A lot of people have wise people, older people. Well, not all old people are wise, but there are some...these peacemaking courts, which they put to use, those are the ones they're putting in there because they have some sense of wisdom and people respect them. Unfortunately...my mom says, ‘I didn't say anything and I'm an elder.' But I look at her, to me she's my mom and the elders are way older than her. So some people, we don't see the elders in the same light. But most tribes have good, strong, wise people who can be peacemakers, but are those...

Like what kind of cases are you going to bring to those systems? We have the law. We have a criminal code, tells you everything you can't do that's a crime, all the offenses, battery, assault, sexual defenses, everything. We have civil codes that tell you what you can't do. But we also have custom things that we shouldn't be doing, but these ones go to the court system that we have that is under the constitution and the code, but what about when people are just mad at each other? That is where I wish we would have more of the peacemakers where we could bring people in...we have a gym; we could fill the whole room with whatever. Bring these two people in and say, ‘What happened?' and if we have to give them boxing gloves. Well, let's make it a safe little place and let them have at it because we fight with pipes and all kinds of things, bats, when they get thrown in jail, why can't we let them do it in front of us? Just have them...we could do peacemaking at home if we just had the ability to figure it out.

And we can do it in our own way because at Hualapai, in our ethnographies and what I've read and then what I asked about from my great grandma was, they used to say...people would come in and if they needed to bring in another chief from another band...because Hualapai really, 13-14 bands of Pai people, [Hualapai language] is people of the tall pine. It's my great-grandfather's people. There's other bands. They're all different people.

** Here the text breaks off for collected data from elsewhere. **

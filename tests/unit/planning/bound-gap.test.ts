import { describe, expect, it } from "vitest";
import type { Plan, Problem } from "@/lib/nesting";
import { boundGap } from "@/lib/planning/bound-gap";

// Two 1000 mm cubes (no trim), three 600 mm cubes: each is 21.6 % of a block, and no two fit in
// one block, so the plan takes 3 blocks although their volume (0.648 of a block) gives a bound of 1.
const problem: Problem = {
  version: 1,
  settings: { kerf: 0, trim: 0, defectMargin: 0, minOffcut: [100, 100, 25], layout: "guillotine", timeLimitMs: 1000 },
  blocks: ["A", "B", "C"].map((id) => ({
    id,
    size: [1000, 1000, 1000],
    cost: 1,
    offcut: false,
    trim: 0,
    defects: id === "B" ? [{ min: [0, 0, 0], max: [10, 10, 10] }] : [],
  })),
  parts: [{ id: "cube", size: [600, 600, 600], quantity: 3, rotate: "any" }],
};
const plan = (used: number, bound: number): Plan => ({
  version: 1,
  placements: ["A", "B", "C"].map((block) => ({ part: "cube", block, origin: [0, 0, 0], size: [600, 600, 600] })),
  unplaced: [],
  offcuts: [],
  cuts: {},
  stats: {
    blocksUsed: used,
    partVolume: 0,
    stockVolume: 0,
    offcutVolume: 0,
    yield: 0,
    elapsedMs: 0,
    lowerBoundBlocks: bound,
  },
});

describe("why a plan stops above the bound", () => {
  it("gives the parts' volume in blocks, the largest parts' share, and the defect zones (by hand)", () => {
    const g = boundGap(problem, plan(3, 1))!;
    expect(g.used).toBe(3);
    expect(g.bound).toBe(1);
    expect(g.partBlocks).toBeCloseTo(0.648, 9); // 3 × 0.216 m³ over 1 m³
    expect(g.largest).toEqual([{ part: "cube", count: 3, share: expect.closeTo(0.216, 9) }]);
    expect(g.defects).toBe(1);
    expect(g.blocksWithDefects).toBe(1);
  });

  it("says nothing when the plan is at its bound", () => {
    expect(boundGap(problem, plan(3, 3))).toBeUndefined();
  });
});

A long time ago they would bring in a head man or a chief from something else and sit down, hear what's going on and let that person decide, things like that. But they would all talk [Hualapai language] or how they'd say that. They'd all talk about it and some decision would be made and that would be it. [Hualapai language], it would be over with. That's it. We can still do that at home, but do we have the ability, do we have the people, the human resources to do that and do you?

Those are the things you need to think about and we have a lot of resources, but sometimes we don't know, we don't...and again it goes back to our own ability to see it in those people we don't like. And I know, you guys are all going to say, ‘Oh, I'm not like that.' All of you probably don't like someone at home and you...it just tears at you when you see them excel maybe or whatever. You know how you see them going down the road and you go...I know. We all do that. You're going to all these cars waving and waving, there's one, don't wave at all. All of us, you know. We have to come and accept that that's the confrontation, the acknowledgment of that. We have to know that that's what we do. I know I did it or I do it. I'm afraid of people at home. They're mean to me and I was telling our councilmen, I have no thick skin. I'm a baby. One little word, look, I'm just in tears practically. But we do that to each other. We have to somehow get past that.

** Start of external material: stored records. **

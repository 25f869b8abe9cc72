import "server-only";
import type { Knex } from "knex";
import { db } from "@/db";
import { receiveDelivery, type ReceiveResult } from "./deliveries";
import { listReorder } from "./reorder";
import { HttpError, notFound } from "@/lib/errors";
import {
  poActionRefusal,
  type PoAction,
  type PoLine,
  type PoStatus,
  type PurchaseOrder,
} from "@/lib/purchasing/orders";
import { priceFor, type PriceUnit } from "@/lib/purchasing/pricing";
import { receivingCheck } from "@/lib/purchasing/reorder";
import { addDays, isoDate } from "@/lib/stock";
import type { PurchaseOrderInput, ReceivePoInput } from "@/lib/validations/purchasing";
import type { DeliveryInput } from "@/lib/validations/stock";
import type { Vec3 } from "@/lib/nesting";

type Db = Knex | Knex.Transaction;

interface PoRow {
  id: number;
  number: string;
  supplier_id: number;
  supplier_name: string;
  supplier_email: string | null;
  status: PoStatus;
  expected_on: string | null;
  notes: string | null;
  created_by_name: string | null;
  created_at: Date;
  sent_at: Date | null;
  closed_at: Date | null;
  cancel_reason: string | null;
}
interface LineRow {
  id: number;
  purchase_order_id: number;
  grade_id: number;
  grade_code: string;
  grade_system: string;
  grade: string;
  size_x: number;
  size_y: number;
  size_z: number;
  quantity: number;
  price: number;
  price_unit: PriceUnit;
  volume_m3: number;
  note: string | null;
  got_blocks: string | null;
  got_m3: number | null;
  over: boolean | null;
}

function toOrder(r: PoRow, lines: LineRow[]): PurchaseOrder {
  const ls: PoLine[] = lines.map((l) => {
    const volume = Number(l.volume_m3);
    return {
      id: l.id,
      gradeId: l.grade_id,
      gradeCode: l.grade_code,
      gradeLabel: `${l.grade_system} ${l.grade}`,
      size: [Number(l.size_x), Number(l.size_y), Number(l.size_z)],
      quantity: l.quantity,
      price: Number(l.price),
      priceUnit: l.price_unit,
      volumeM3: volume,
      value: priceFor(volume, Number(l.price), l.price_unit),
      note: l.note,
      receivedBlocks: Number(l.got_blocks ?? 0),
      receivedM3: Number(l.got_m3 ?? 0),
      overTolerance: Boolean(l.over),
    };
  });
  return {
    id: r.id,
    number: r.number,
    supplierId: r.supplier_id,
    supplier: r.supplier_name,
    supplierEmail: r.supplier_email,
    status: r.status,
    expectedOn: r.expected_on, // DATE: its 'YYYY-MM-DD' text (db/types.ts)
    notes: r.notes,
    createdBy: r.created_by_name,
    createdAt: r.created_at.toISOString(),
    sentAt: r.sent_at?.toISOString() ?? null,
    closedAt: r.closed_at?.toISOString() ?? null,
    cancelReason: r.cancel_reason,
    lines: ls,
    volumeM3: ls.reduce((s, l) => s + l.volumeM3, 0),
    value: Math.round(ls.reduce((s, l) => s + l.value, 0) * 100) / 100,
    receivedM3: ls.reduce((s, l) => s + l.receivedM3, 0),
  };
}

function ordersQuery(k: Db) {
  return k("purchase_orders as p")
    .join("suppliers as s", "s.id", "p.supplier_id")
    .leftJoin("users as u", "u.id", "p.created_by")
    .select("p.*", "s.name as supplier_name", "s.email as supplier_email", "u.name as created_by_name");
}

async function linesFor(k: Db, ids: number[]): Promise<LineRow[]> {
  if (!ids.length) return [];
  return (await k("purchase_order_lines as l")
    .join("grades as g", "g.id", "l.grade_id")
    .leftJoin(
      k("purchase_order_receipts")
        .groupBy("line_id")
        .select(
          "line_id",
          k.raw("sum(blocks) AS got_blocks"),
          k.raw("sum(volume_m3) AS got_m3"),
          k.raw("bool_or(over_tolerance) AS over"),
        )
        .as("r"),
      "r.line_id",
      "l.id",
    )
    .whereIn("l.purchase_order_id", ids)
    .orderBy("l.id")
    .select(
      "l.*",
      "g.code as grade_code",
      "g.grade_system",
      "g.grade",
      "r.got_blocks",
      "r.got_m3",
      "r.over",
    )) as LineRow[];
}

export async function listPurchaseOrders(
  opts: { status?: PoStatus | "open"; page?: number; pageSize?: number } = {},
): Promise<{ items: PurchaseOrder[]; total: number }> {
  const k = db();
  const pageSize = opts.pageSize ?? 50;
  const filter = (q: Knex.QueryBuilder) => {
    if (opts.status === "open") q.whereIn("p.status", ["draft", "sent", "part_received"]);
    else if (opts.status) q.where("p.status", opts.status);
    return q;
  };
  const [rows, count] = await Promise.all([
    filter(ordersQuery(k))
      .orderBy([
        { column: "p.created_at", order: "desc" },
        { column: "p.id", order: "desc" },
      ])
      .limit(pageSize)
      .offset(((opts.page ?? 1) - 1) * pageSize),
    filter(k("purchase_orders as p")).count<{ n: number }[]>({ n: "*" }).first(),
  ]);
  const lines = await linesFor(
    k,
    (rows as PoRow[]).map((r) => r.id),
  );
  return {
    items: (rows as PoRow[]).map((r) =>
      toOrder(
        r,
        lines.filter((l) => l.purchase_order_id === r.id),
      ),
    ),
    total: Number(count?.n ?? 0),
  };
}

export async function getPurchaseOrder(id: number, k: Db = db()): Promise<PurchaseOrder | undefined> {
  const r = (await ordersQuery(k).where("p.id", id).first()) as PoRow | undefined;
  return r ? toOrder(r, await linesFor(k, [id])) : undefined;
}

/** Open orders at a glance, for the buyer's home page. */
export async function countOpenOrders(): Promise<{
  draft: number;
  sent: number;
  partReceived: number;
  overdue: number;
}> {
  const rows = (await db()("purchase_orders")
    .whereIn("status", ["draft", "sent", "part_received"])
    .groupBy("status")
    .select(
      "status",
      db().raw("count(*) AS n"),
      db().raw("count(*) FILTER (WHERE expected_on < current_date) AS late"),
    )) as { status: PoStatus; n: string; late: string }[];
  const get = (s: PoStatus) => rows.find((r) => r.status === s);
  return {
    draft: Number(get("draft")?.n ?? 0),
    sent: Number(get("sent")?.n ?? 0),
    partReceived: Number(get("part_received")?.n ?? 0),
    overdue: rows.filter((r) => r.status !== "draft").reduce((s, r) => s + Number(r.late), 0),
  };
}

async function lockOrder(
  trx: Knex.Transaction,
  id: number,
  action: PoAction,
): Promise<{ id: number; status: PoStatus; supplier_id: number; number: string }> {
  const po = await trx("purchase_orders").where({ id }).forUpdate().first("id", "status", "supplier_id", "number");
  if (!po) throw notFound("That purchase order");
  const refusal = poActionRefusal(po.status, action);
  if (refusal) throw new HttpError(409, refusal);
  return po;
}

async function checkRefs(trx: Knex.Transaction, input: PurchaseOrderInput): Promise<Map<number, PriceUnit>> {
  const fields: Record<string, string> = {};
  const supplier = await trx("suppliers").where({ id: input.supplierId }).first("id", "active");
  if (!supplier) fields.supplierId = "That supplier does not exist.";
  const grades = new Map<number, PriceUnit>(
    (
      (await trx("grades")
        .whereIn("id", [...new Set(input.lines.map((l) => l.gradeId))])
        .select("id", "price_unit")) as { id: number; price_unit: PriceUnit }[]
    ).map((g) => [g.id, g.price_unit]),
  );
  input.lines.forEach((l, i) => {
    if (!grades.has(l.gradeId)) fields[`lines.${i}.gradeId`] = "That grade does not exist.";
  });
  if (Object.keys(fields).length) throw new HttpError(400, "Some fields need attention.", fields);
  return grades;
}

function lineRows(poId: number, input: PurchaseOrderInput, units: Map<number, PriceUnit>) {
  return input.lines.map((l) => ({
    purchase_order_id: poId,
    grade_id: l.gradeId,
    size_x: l.size[0],
    size_y: l.size[1],
    size_z: l.size[2],
    quantity: l.quantity,
    price: l.price,
    price_unit: units.get(l.gradeId)!,
    note: l.note ?? null,
  }));
}

async function insertOrder(
  trx: Knex.Transaction,
  input: PurchaseOrderInput,
  actorId: string,
  how: string,
): Promise<number> {
  const units = await checkRefs(trx, input);
  const { rows } = await trx.raw("SELECT nextval('purchase_order_seq') AS n");
  const number = `PO-${isoDate().slice(0, 4)}-${String(rows[0].n).padStart(4, "0")}`;
  const [po] = await trx("purchase_orders")
    .insert({
      number,
      supplier_id: input.supplierId,
      status: "draft",
      expected_on: input.expectedOn ?? null,
      notes: input.notes ?? null,
      created_by: actorId,
    })
    .returning("id");
  await trx("purchase_order_lines").insert(lineRows(po!.id, input, units));
  await trx("audit_log").insert({
    actor_id: actorId,
    action: "po.create",
    subject: `po:${po!.id}`,
    detail: { number, how, ...input },
  });
  return po!.id;
}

But a lot of that comes from the historical trauma or the way that we were raised. Our parents and the grandparents were in boarding schools and they weren't given all the love and all the parenting, and so we're kind of just mixed up through a lot of hurt and pain that we're not over. We carry it. And I always make the mistake of saying like Bob Marley, but I'm not talking about Bob Marley. What Marley am I talking about? No. Jacob Marley. Christmas Carol. You know how he's coming, ‘Eh, harr.' We carry our pain and our misery and our hatred and anger for whatever our great grandpa said about so and so. We do that. We need to let that go. We don't have to forget everything. We've got to let those chains go because we're holding onto such pain and just horrible feelings about things that has just been handed down.

My grandma used to tell me about how the...she heard and all of Hualapais know about this -- we're celebrating this in the next month or this month -- when they made us march all the way to a place called La Paz, which interestingly means ‘the peace' in Spanish, but they took all the Hualapais over there and a lot of people died on the way and they took off and escaped and came back home. People died on the way back. But I come from and these guys come from the people who survived that. But when the old people told you that story, they would remember and they would cry and they would just...and we haven't let all that go and we all have our stories, we all have that memory that we carry. And we may not acknowledge it or even know or can see it, but we do, we just hold on because our grandmas were special to us, our grandpas and we listened to them and they unfortunately sometimes gave us this feeling.

My grandma said, ‘Don't trust white people.' I didn't trust a white person until I went to college and five years ago I went to a reunion and I told them this. I never said it to them before. I said, ‘My grandma said not to trust any of you people, but you're all right.' And they laughed like that. But I had to tell them that because I was like, ‘Oh, god.' Three white people I had to live with in a three-room thing and, ‘what do I do with this?' because I hadn't lived with white people. The white people in here probably think that's backward, but it's just...I'm telling you as it is. So we have this in our people and I'm going to go these ones.

ELDR, E is for earth, L is for lightening, D is for dream and R is for rain. Dream's the most important, that just means law and I'm going to get to that, but E is the physical. We have a lot of issues: alcoholism, diabetes, hypertension, all of our physical problems that we have. L: lightening. Our thoughts. We hold off on our... We have terrible thinking. We remember, we hold onto these thinkings. The R: the rain. The emotions. We have a lot of the emotions still. But D, the most important one is the dream, which is law, whether it be what we've done as custom or what we've written down and all of that is good, but we have to have our law.

Law is what connects us and binds us together, whether it's in the stories and tales and cultures and customs and common practices that we know, that the Pueblos know more, Hopi knows more, Diné know more of these things because it's in ceremony. But we also have the ability to write things down for ourselves, for people to know in our own place, but also for outsiders to know who we are, where we come from, where we want to go as human beings so that is this side, but everywhere here is good.

There's so much more with this. I didn't even look at this. I had all these little notes, but I didn't even tell you these things because I guess that was all right, I went through stuff, but there's too much to say all the time and too little time with this. And there's too little time for all of you in a way because you're going to be 10 years from now, boom, what happened? So we've got to wake up, [Hualapai language], and do what you've got to do and go home as survivors and know that you descend from strong and powerful people and that you can do this stuff with whatever knowledge you learn from each other and other people and just do the best you can, like I said yesterday, because we have to get past that. We are going to be the people who show the entire earth how to be good human beings. Hopi prophecy, other prophecies -- that's going to be the Indigenous people. Which one of us are going to do the best job of that? So I challenge all of you to go and think about that.

Lastly, warrior of law, all of us as human beings, as leaders, leadership, law, land and les affaire we'll leave that for now. But all of us should say, ‘I stand in reason, I walk with will, I stumble over morality, but I will catch myself and go on with my journey with law. So the best of luck to all of you. [Hualapai language], thank you."